11:00 AM - 11:15 AM
[STT61-02] Moment tensor inversion of 2016 Southeast Off Mie earthquake via numerical simulation using a three-dimensional velocity structure model
Keywords:Nankai Subduction zone, Earthquake, three-dimensional velocity structure, Moment tensor inversion, Numerical simulation of seismic wave propagation
The model of 3D simulation and technical details are same as in Takemura et al. (2016). The 3D heterogeneous velocity structure, including topography, sedimentary layer, crust and subducting Philippine Sea plate, is referred from the Japan Integrated Velocity Structure Model (JIVSM; Koketsu et al., 2012). By using displacement waveforms for periods of 30-100 s, we estimate an MT solution of this earthquake. The result with minimum variance reduction is the optimal solution with source mechanism and centroid depth.
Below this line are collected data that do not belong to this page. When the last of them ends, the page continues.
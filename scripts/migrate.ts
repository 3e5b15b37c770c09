import knex, { type Knex } from 'knex'
import config from '../knexfile'
import { explain } from './explain'

/** Longest wait for another process that is migrating the same schema. */
const PATIENCE_S = 120

type Locked = [Array<{ held: number | null }>, unknown]

/**
 * Brings the schema up to date. A named lock of the server, which ends with its connection, lets one process migrate at a time;
 * so a knex lock found while holding it was left by a process that was killed, and is freed.
 */
async function migrate(): Promise<string[]> {
  const guard = knex({ ...config, pool: { min: 1, max: 1, idleTimeoutMillis: 600_000 } })
  const database = knex(config)
  try {
    const [[row]] = await guard.raw<Locked>('SELECT GET_LOCK(CONCAT(\'migrate \', LEFT(DATABASE(), 50)), ?) AS held', [PATIENCE_S])
    if (row?.held !== 1) throw new Error('another process has been migrating it for two minutes')
    await database.migrate.forceFreeMigrationsLock()
    const [, done] = await database.migrate.latest() as [number, string[]]
    return done
  }
  finally {
    await database.destroy()
    await guard.destroy()
  }
}

/** The running product uses another account: a wrong one is better found here than on the first page. */
async function tryApplicationAccount(url: string): Promise<void> {
  const database: Knex = knex({ client: 'mysql2', connection: url, pool: { min: 0, max: 1 } })
  try {
    await database.raw('SELECT 1')
  }
  finally {
    await database.destroy()
  }
}

const urls = { DATABASE_MIGRATION_URL: process.env.DATABASE_MIGRATION_URL ?? '', DATABASE_URL: process.env.DATABASE_URL ?? '' }
const owner = urls.DATABASE_MIGRATION_URL === urls.DATABASE_URL ? 'DATABASE_URL' : 'DATABASE_MIGRATION_URL'
let trying: keyof typeof urls = owner
try {
  const migrated = await migrate()
  trying = 'DATABASE_URL'
  await tryApplicationAccount(urls.DATABASE_URL)
  process.stdout.write(`${JSON.stringify({ migrated })}\n`)
}
catch (error) {
  process.stdout.write(`${JSON.stringify({ problem: explain(error, { name: trying, url: urls[trying] }) })}\n`)
}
The optimal result is characterized by a low-angle dipping faulting at a depth of 11 km, where the upper surface of the Philippine Sea plate exists closely. Obtained result reproduced not only long-period displacement waveforms but also polarity of short-period (~ 2 s) P waves. Observed P-first arrivals at land stations show apparent velocity of approximately 7 km with up polarizations, which propagate along oceanic Moho of the Philippine Sea Plate
Since our FDM simulations evaluated seismic wave propagation for periods longer than 1.4 s, calculation of one element moment tensor at a certain depth requires 1.3 TB of computer memory and a wall-clock time of 1.5 hours by parallel computing using 256 nodes (1,024 cores) of the Earth Simulator.
Acknowledgement
We used the Hi-net/F-net/DONET data and F-net MT solution. The computations were conducted on the Earth Simulator at the Japan Marine Science and Technology (JAMSTEC).